Fairfield vs. Bridgeport

 

Parti de New-York Grand Central à 19h06. Une heure et quart dans un train de banlieue bondé, mais où chacun trouve tout de même une place assise. Garry A. m’a recommandé de descendre à Fairview, dernière station avant Bridgeport. Il m’attendra dans une VW Sirocco marron.

Nous finissons par nous trouver. Le gamin frondeur a blanchi sous le harnais. Il a toujours le cheveu frisé mais laisse pousser une barbe grise de trois ou quatre jours. Lunettes aussi. Les années, ma pauvre dame. Il est né en 1945 et a fait, je ne l’aurais jamais imaginé, le Vietnam   comme marine. Il est historien de l’art et enseigne, d’une année sur l’autre, dans des universités différentes, faute de contrats fixes. Actuellement, il donne des cours, le mardi et le jeudi, dans le New-Jersey. En voiture, sans les encombrements, il en aurait pour une heure mais, en train et métro, via NY et avec cinq changements, cela lui prend trois heures et demie dans chaque sens. A noter que la voiture porte toujours, à l’avant, des plaques genevoises Z ainsi que, sur le pare-brise, une vignette autoroutière suisse de 1985.

La maison se trouve dans une petite rue de Bridgeport, mais très proche de Fairfield.
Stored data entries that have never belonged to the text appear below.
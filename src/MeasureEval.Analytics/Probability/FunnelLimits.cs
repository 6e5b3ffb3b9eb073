namespace MeasureEval.Analytics.Probability;

/// <summary>Where a unit's observed proportion lies against the funnel around the network rate.</summary>
public enum FunnelPosition
{
    /// <summary>Inside the 95 % limits.</summary>
    Within,

    /// <summary>Above the upper 95 % limit, not above the upper 99.8 % limit.</summary>
    Above95,

    /// <summary>Above the upper 99.8 % limit.</summary>
    Above998,

    /// <summary>Below the lower 95 % limit, not below the lower 99.8 % limit.</summary>
    Below95,

    /// <summary>Below the lower 99.8 % limit.</summary>
    Below998,
}

/// <summary>Funnel-plot control limits on the proportion scale for a unit of size <see cref="N"/>.</summary>
public sealed record FunnelLimitSet(int N, double Target, double Lower998, double Lower95, double Upper95, double Upper998)
{
    /// <summary>
    /// Strictly outside a limit counts: a proportion that sits on a limit is within (the limit is where
    /// an in-control unit may still fall).
    /// </summary>
    public FunnelPosition Classify(int numerator)
    {
        ArgumentOutOfRangeException.ThrowIfNegative(numerator);
        ArgumentOutOfRangeException.ThrowIfGreaterThan(numerator, N);
        var y = (double)numerator / N;
        if (y > Upper998)
        {
            return FunnelPosition.Above998;
        }

        if (y > Upper95)
        {
            return FunnelPosition.Above95;
        }

        if (y < Lower998)
        {
            return FunnelPosition.Below998;
        }

        return y < Lower95 ? FunnelPosition.Below95 : FunnelPosition.Within;
    }
}

/// <summary>
/// Exact binomial funnel limits around a target proportion p0 (Spiegelhalter DJ, "Funnel plots for comparing
/// institutional performance", Stat Med 2005;24:1185–1202, appendix on exact limits — A.1.1 from memory: verify).
/// For a unit of size n, the limit at
/// level q is taken from the binomial quantile r_q of Bin(n, p0) — the smallest r with P(R ≤ r) ≥ q — and
/// interpolated so that the plotted limits are smooth in n:
///   α = [P(R ≤ r_q) − q] / [P(R ≤ r_q) − P(R ≤ r_q − 1)],   limit = (r_q − α) / n.
/// The 95 % limits use q = 0.025 and 0.975, the 99.8 % limits q = 0.001 and 0.999 (about 2 and 3 standard errors).
/// Limits are clamped to [0, 1]: the interpolation can step below 0 when r_q = 0.
/// </summary>
public static class FunnelLimits
{
    public const double Lower95Level = 0.025;
    public const double Upper95Level = 0.975;
    public const double Lower998Level = 0.001;
    public const double Upper998Level = 0.999;

    public static FunnelLimitSet At(int n, double target)
    {
        ArgumentOutOfRangeException.ThrowIfNegativeOrZero(n);
        return new FunnelLimitSet(
            n,
            target,
            Limit(Lower998Level, n, target),
            Limit(Lower95Level, n, target),
            Limit(Upper95Level, n, target),
            Limit(Upper998Level, n, target));
    }

    /// <summary>The interpolated limit on the proportion scale at level <paramref name="q"/>.</summary>
    public static double Limit(double q, int n, double target)
    {
        ArgumentOutOfRangeException.ThrowIfNegativeOrZero(n);
        var (r, cumulative, mass) = ExactBinomial.QuantileWithCumulative(q, n, target);

        // P(R ≤ r) − P(R ≤ r − 1) is the mass at r, taken directly rather than as a difference of two sums near 1.
        var alpha = mass > 0 ? (cumulative - q) / mass : 0;
        return Math.Clamp((r - alpha) / n, 0, 1);
    }
}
Garry insiste sur ce point, Bridgeport étant réputée ouvrière et violente alors que Fairfield est calme et bourgeoise. La maison est assez ancienne, les voisins plutôt populaires, telle madame Roma, qui garde les deux enfants du couple pendant la journée. Après vingt ans d’Amérique, elle ne parle toujours que l’italien de sa campagne, passe la moitié de la journée à confectionner pour son mari des plats italiens issus, pour l’essentiel, du jardinet installé derrière la maison, tomates, poivrons, piments et autres légumes méditerranéens. Madame Roma en veut beaucoup à un de ses voisins, qui a menacé de s’adresser à la police si elle réalisait son projet annoncé d’élever des poules. Elle doit donc se rabattre sur des bestioles fraîchement tuées et pas même plumées, ce n’est guère l’habitude ici, que lui rapporte son mari, retraité d’un travail qui lui a laissé des blessures et une pension.

Quant à la maison de Gary et Jane, à qui il faut ajouter leurs deux faux jumeaux Mathiew et Francis, 2 ans et demi, elle est ancienne et abrite, au premier étage, une locataire divorcée. Construite en bois, elle compte au rez-de-chaussée un salon et deux chambres, ainsi qu’une cuisine. Le sous-sol a été transformé en bureau. C’est là que je loge, sur un canapé convertible. Dans le salon comme dans le bureau règne un solide désordre organisé, fait de livres et de papiers en tous genres, entassés sur chaque surface horizontale disponible. Gary prépare différentes publications, entre autres pour une encyclopédie, un article de 500 mots sur la culture et l’art suisses. Aucun auteur suisse n’a accepté, ce n’était pas assez bien payé. Gary projette aussi sur le même sujet un bouquin éventuellement financé par Pro Helvetia. Se demande s’il y intégrera une montre Swatch.

Gary me semble moins drôle que naguère. Malgré les apparences, il s’est embourgeoisé. Il a déjà voté (Bush) par correspondance la semaine dernière et espère que sa femme, toujours distraite selon lui, oubliera d’aller voter (Clinton) mardi.